What Is CBRS & How Will It Influence the Connectivity Landscape?

Greg Dial, EVP for Product and Marketing Strategy at JMA Wireless, discusses the Citizens Broadband Radio Service (CBRS) and what it means for both businesses and consumers looking to leverage CBRS as a new option.
Listen Now.

This Week’s Best Reads

Cultivating a Healthier IoT Technology Ecosystem
Your choice of IoT technology is just as important as what you do with it, but selecting the right components and software may be tricky. For your framework to do its job and thrive under pressure, you need to consider how its aspects interact with each other and impact your mission. From keeping your data clean to simulation and establishing better baselines, here are three strategies for enhancing IoT technology health.

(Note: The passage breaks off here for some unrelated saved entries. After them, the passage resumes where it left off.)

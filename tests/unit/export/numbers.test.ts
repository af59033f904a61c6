import { describe, expect, it } from 'vitest'
import { pdgErrorDecimals, roundDecimal, roundMeasurement, roundSignificant } from '#shared/export'

// Rounding rule (common practice): errors to 2 significant digits, the central value to the
// same decimal place, ties half away from zero on the decimal form.
describe('roundDecimal', () => {
  it.each([
    [1.005, 2, '1.01'], [2.675, 2, '2.68'], [1234, -2, '1200'], [1250, -2, '1300'], [0.0996, 3, '0.100'],
    [-0.0004, 3, '0.000'], [-0.0006, 3, '-0.001'], [9.99, 1, '10.0'], [0, 2, '0.00'], [123.456, 0, '123'],
    [-2.5, 0, '-3'], [99999, -3, '100000'], [0.000123, 5, '0.00012'], [1e21, 0, '1000000000000000000000']
  ])('%d to %d places → %s', (x, d, text) => {
    expect(roundDecimal(x, d)).toBe(text)
  })
  it('refuses non-finite input', () => {
    expect(() => roundDecimal(Number.NaN, 2)).toThrow(RangeError)
  })
})

describe('roundSignificant', () => {
  it.each([
    [0.01234, '0.012', 3], [0.0996, '0.10', 2], [0.095, '0.095', 3], [99.5, '100', -1], [1234, '1200', -2], [0.15, '0.15', 2]
  ])('%d → %s (decimals %d)', (x, text, decimals) => {
    expect(roundSignificant(x, 2)).toEqual({ text, decimals })
  })
})

describe('roundMeasurement', () => {
  it.each([
    // central, +, −, expected central, +, −, exponent
    [1.23456, 0.01234, 0.0156, '1.235', '0.012', '0.016', 0],
    [1.23456, 0.012, 0.15, '1.235', '0.012', '0.15', 0], // central follows the finer error
    [2.5, 0.0996, 0.098, '2.500', '0.10', '0.098', 0], // carry: 0.0996 → 0.10
    [45678, 1234, 987, '45680', '1200', '990', 0],
    [1.234e-5, 2.1e-7, 1.9e-7, '1.234', '0.021', '0.019', -5],
    [123456, 1234, 1234, '1.235', '0.012', '0.012', 5],
    [-0.5, 0.0123, 0.0123, '-0.500', '0.012', '0.012', 0],
    [1.5, 0, 0.0123, '1.500', '0.000', '0.012', 0]
  ])('%d +%d −%d, two significant digits on request', (c, p, m, central, plus, minus, exponent) => {
    expect(roundMeasurement(c, p, m, { errorDigits: 2 })).toMatchObject({ central, plus, minus, exponent })
  })

  // The Particle Data Group's rounding rule, Review of Particle Physics, Introduction, section on
  // rounding: the three highest-order digits of the error decide (100–354: two significant
  // digits, 355–949: one, 950–999: round up to 1000 and keep two), the value is rounded to match.
  // The first two examples are the ones printed there (from memory); the others apply the rule.
  it.each([
    [0.827, 0.119, '0.83', '0.12'], // published example (from memory)
    [0.827, 0.367, '0.8', '0.4'], // published example (from memory)
    [0.827, 0.980, '0.8', '1.0'], // 980 → 1000, two digits
    [0.827, 0.354, '0.83', '0.35'], // edge of the two-digit range
    [0.827, 0.355, '0.8', '0.4'], // edge of the one-digit range
    [0.827, 0.949, '0.8', '0.9'],
    [0.827, 0.950, '0.8', '1.0'],
    [1234.5, 23.4, '1235', '23'],
    [1234.5, 56, '1230', '60']
  ])('by the PDG rule: %d ± %d → %s ± %s', (c, e, central, error) => {
    expect(roundMeasurement(c, e, e)).toMatchObject({ central, plus: error, minus: error, symmetric: true })
  })
  it('rounds asymmetric errors to one decimal place, set by the smaller error', () => {
    // The uneven 16.95^{+1.0}_{-0.97} of the old rounding: 0.97 → 970 → 1.0 (one decimal), so all at one decimal.
    expect(roundMeasurement(16.95, 1.04, 0.97)).toMatchObject({ central: '17.0', plus: '1.0', minus: '1.0' })
    expect(roundMeasurement(16.95, 1.24, 0.31)).toMatchObject({ central: '16.95', plus: '1.24', minus: '0.31', symmetric: false })
    expect(roundMeasurement(2.5, 0.0996, 0.098)).toMatchObject({ central: '2.50', plus: '0.10', minus: '0.10' })
  })
  it('prints a value without errors to 4 significant digits', () => {
    expect(roundMeasurement(3.14159, 0, 0)).toEqual({ central: '3.142', plus: '0', minus: '0', exponent: 0, symmetric: true })
  })
  it('gives the decimal place of the PDG rule', () => {
    expect([pdgErrorDecimals(0.119), pdgErrorDecimals(0.367), pdgErrorDecimals(0.98), pdgErrorDecimals(23.4), pdgErrorDecimals(560)]).toEqual([2, 1, 1, 0, -2])
    expect(() => pdgErrorDecimals(0)).toThrow(RangeError)
  })
  it('refuses negative or non-finite errors', () => {
    expect(() => roundMeasurement(1, -0.1, 0.1)).toThrow(/magnitudes/)
    expect(() => roundMeasurement(Number.NaN, 0.1, 0.1)).toThrow(/central value is NaN/)
  })
})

Sustainability Process Blueprint
The sustainability process blueprint employs a dynamic approach focusing on key metrics from which remotely monitored data is measured and cataloged in a format that provides insight. Under the Sustainability Process Blueprint, IoT devices will monitor, measure and catalog metrics around energy, air, and water to improve tracking and transparency in corporate sustainability.

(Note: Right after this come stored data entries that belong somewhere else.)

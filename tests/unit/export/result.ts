import type { ResultForExport } from '#shared/export'
import { bandToJson, makeBands } from '#shared/physics/uncertainty/band'

/** A hand-made result (invented numbers, no physics claim) to exercise the formatters. */
export function handMadeResult(): ResultForExport {
  return {
    provenance: {
      study: { id: 'st-1', name: 'High-mass DY, test' },
      set: { name: 'Bramble-H', version: '1.2', kind: 'hessian-pairs', family: 'Bramble' },
      prescription: 'Hessian pairs, asymmetric',
      confidenceLevelPercent: 68,
      setConfidenceLevelPercent: 90,
      kernel: { id: 'dy-mass', label: 'Drell–Yan dσ/dM', constants: { sqrtSGeV: 13000, alphaEm: 0.0072973525643 } },
      engineVersion: '0.1.0',
      ranBy: 'ana@example.org',
      ranAt: '2025-03-01T09:30:00.000Z',
      resultVersion: 3,
      approval: { state: 'approved', by: 'owner@example.org', at: new Date('2025-03-02T10:00:00Z') }
    },
    observable: { name: 'dσ/dM', unit: 'pb/GeV', latex: '\\mathrm{d}\\sigma/\\mathrm{d}M' },
    binColumns: [
      { key: 'mMin', label: 'M min', unit: 'GeV', kind: 'range-lo' },
      { key: 'mMax', label: 'M max', unit: 'GeV', kind: 'range-hi' },
      { key: 'note', label: 'note', kind: 'text' }
    ],
    bins: [
      { mMin: 200, mMax: 300, note: 'low, "edge"' },
      { mMin: 300, mMax: 500, note: null },
      { mMin: 500, mMax: 1e4, note: null }
    ],
    // one band in the engine's form, one in the JSON form the API sends
    bands: [
      { id: 'hessian-asym', label: 'Hessian, asymmetric', band: makeBands([1.23456, 0.0996123, 1.234e-5], [0.01234, 0.00996, 2.1e-7], [0.0156, 0.0031, 1.9e-7]) },
      { id: 'hessian-sym', label: 'Hessian, symmetric', band: bandToJson(makeBands([1.23456, 0.0996123, 1.234e-5], [0.014, 0.0065, 2e-7], [0.014, 0.0065, 2e-7])) }
    ]
  }
}
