/**
 * The engine version recorded with every result, built set and export. Raise it whenever the
 * numbers the engine produces for the same input may change (a formula, a constant, the random
 * streams, a default grid), so that stored results can be told apart.
 *
 * 0.2.0: one random-number generator (Philox4x32-10, random.ts) with a stream per consumer;
 * pooled Hessian replicas and TOY replica sets draw different numbers than in 0.1.0.
 */
export const ENGINE_VERSION = 'sheaf-engine 0.2.0'
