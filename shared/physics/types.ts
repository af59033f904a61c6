/**
 * Core data types of the Sheaf physics engine. Pure data, no I/O, no framework imports.
 *
 * Conventions (see DEVELOPERS.md, "Engine conventions"):
 * - Flavours are PDG Monte-Carlo codes: 1 d, 2 u, 3 s, 4 c, 5 b, 6 t, negative for antiquarks,
 *   21 gluon, 22 photon.
 * - Grids hold x·f(x, Q²) (momentum densities, dimensionless), never f itself.
 * - Q² in GeV², masses in GeV, cross-sections in pb unless a name says otherwise.
 */

import type { SetDensity } from './fragmentation/species'

/** PDG code of a parton. */
export type Pdg = number

/** Kind of an error set: how its members are to be combined. */
export type SetKind = 'hessian-pairs' | 'hessian-one-sided' | 'replicas'

/**
 * One member's values on a grid: `values[(iq * nx + ix) * nf + ifl]` = x·f(x_ix, Q²_iq) of
 * flavour `flavours[ifl]` (flavour fastest, then x, then Q²).
 */
export interface MemberGrid {
  /** x nodes, strictly increasing, in (0, 1). */
  x: Float64Array
  /**
   * Q² nodes in GeV², > 0, strictly increasing except at a heavy-flavour threshold m_h², which
   * may appear twice in a row (value just below, then just above the threshold). Interpolation
   * never crosses such a pair: each run between repeated nodes is its own sub-grid.
   */
  q2: Float64Array
  /** PDG codes, one per flavour slot. */
  flavours: Pdg[]
  /** x·f values, length x.length * q2.length * flavours.length. */
  values: Float64Array
}

/** Target of a set: the free proton, or a bound proton in a nucleus (Z, A). */
export type SetTarget =
  | { type: 'proton' }
  | { type: 'nucleus', z: number, a: number }

/** Heavy-flavour treatment and the masses (GeV) at which flavours switch on. */
export interface FlavourScheme {
  /** 'fixed' keeps nf fixed; 'variable' switches nf at μ² = m_h². */
  type: 'fixed' | 'variable'
  /** Active flavours for the fixed scheme, or the maximum for the variable scheme. */
  nf: 3 | 4 | 5 | 6
  /** Heavy-quark masses in GeV. */
  massesGeV: { charm: number, bottom: number, top: number }
}

/** Metadata of an error set (everything but the numbers). */
export interface SetHeader {
  name: string
  family: string
  version: string
  kind: SetKind
  /** Confidence level of the members' spread, in percent (68 or 90 typically). */
  confidenceLevelPercent: number
  /** α_s(M_Z) of each member, when the set carries α_s members (same length as members). */
  alphasMz?: number[]
  /**
   * Members (indices into the member list) that are α_s variations rather than PDF error
   * members: [down, up]. They are excluded from the PDF prescription and added in quadrature.
   */
  alphasMembers?: [number, number]
  /** α_s(M_Z) of the central member. */
  alphasMzCentral: number
  /** Evolution order; always 'LO' in Sheaf-built sets. */
  order: 'LO'
  scheme: FlavourScheme
  target: SetTarget
  /** Free text on where the set came from (fit name, who built it, with which engine version). */
  provenance: string
  /** Number of members including the central one (member 0). */
  memberCount: number
  /**
   * For replica sets only: what member 0 is. 'mean' (the default when absent) — the mean of the
   * replicas, checked when a set file is read; 'fit' — a separate central fit, not the mean.
   */
  replicaCentral?: 'mean' | 'fit'
  /**
   * What the grid holds (fragmentation/species.ts): absent means parton densities (every
   * version-1 file); { type: 'fragmentation', hadron } means z·D_i^h(z, Q²) with the grid's x axis
   * read as z.
   */
  density?: SetDensity
}

/** An error set: header plus members, central first. All members share x, q2 and flavours. */
export interface ErrorSet {
  header: SetHeader
  x: Float64Array
  q2: Float64Array
  flavours: Pdg[]
  /** members[k] has length nx * nq2 * nf, layout as in MemberGrid.values. */
  members: Float64Array[]
}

The Top Five Reasons IoT Devices Will Malfunction in 2020
As consumers acquire and implement more interconnected IoT devices, the number of malfunctions is growing. The five distinct factors projected to increasingly contribute to the malfunctioning of smart devices this year include the operating environment, integration problems, device configuration, connectivity, and device load. At the center of resolving this problem? AI.

Five Things We’re Reading

1 — Business Insider: The FCC approved a full-scale commercial deployment of a shared spectrum platform on the 3.5 GHz CBRS band, clearing a path for full commercial utilization of the spectrum. CommScope, Federated Wireless, Google, and Sony were chosen to be SAS Administrators.

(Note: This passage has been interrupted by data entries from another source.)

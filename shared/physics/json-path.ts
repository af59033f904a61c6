/**
 * JSON paths in the dotted/bracketed form the engine's messages use for input documents, set-file
 * headers and values files.
 */

/**
 * A JSON path (as zod reports it) in dotted/bracketed form.
 * @example formatPath(['pieces', 2, 'terms', 0, 'a']) // 'pieces[2].terms[0].a'
 */
export function formatPath(path: readonly PropertyKey[]): string {
  let out = ''
  for (const p of path) {
    if (typeof p === 'number') out += `[${p}]`
    else out += out === '' ? String(p) : `.${String(p)}`
  }
  return out
}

2 — Gizmodo: The UK announced new legislation aimed at protecting consumers who buy connected devices from hacking and other types of security risks. The law would require the makers of IoT devices to follow three security requirements including unique passwords, bug reporting and timely security updates.

3 — ZDNet: Honeywell and Verizon announced a partnership to integrate LTE connectivity into next-generation smart meters to speed up smart-grid deployments. Verizon’s Managed Connectivity LTE tools and Honeywell’s Smart Energy software/hardware stack will be integrated into the meters

4 — Dark Reading: According to a report released by IOActive, the LoRaWAN protocol is dangerously vulnerable to widespread attacks and compromise. To help organizations assess their vulnerability, IOActive has released an auditing framework consisting of penetration-testing and auditing tools for LoRaWAN infrastructure.

5 — Network World: Cisco introduced an IoT security architecture that provides visibility across both IT and OT environments and protects industrial processes. The solutions enable data to be collected and extracted at the edge so organizations can increase efficiencies to make better business decisions and accelerate digitization projects.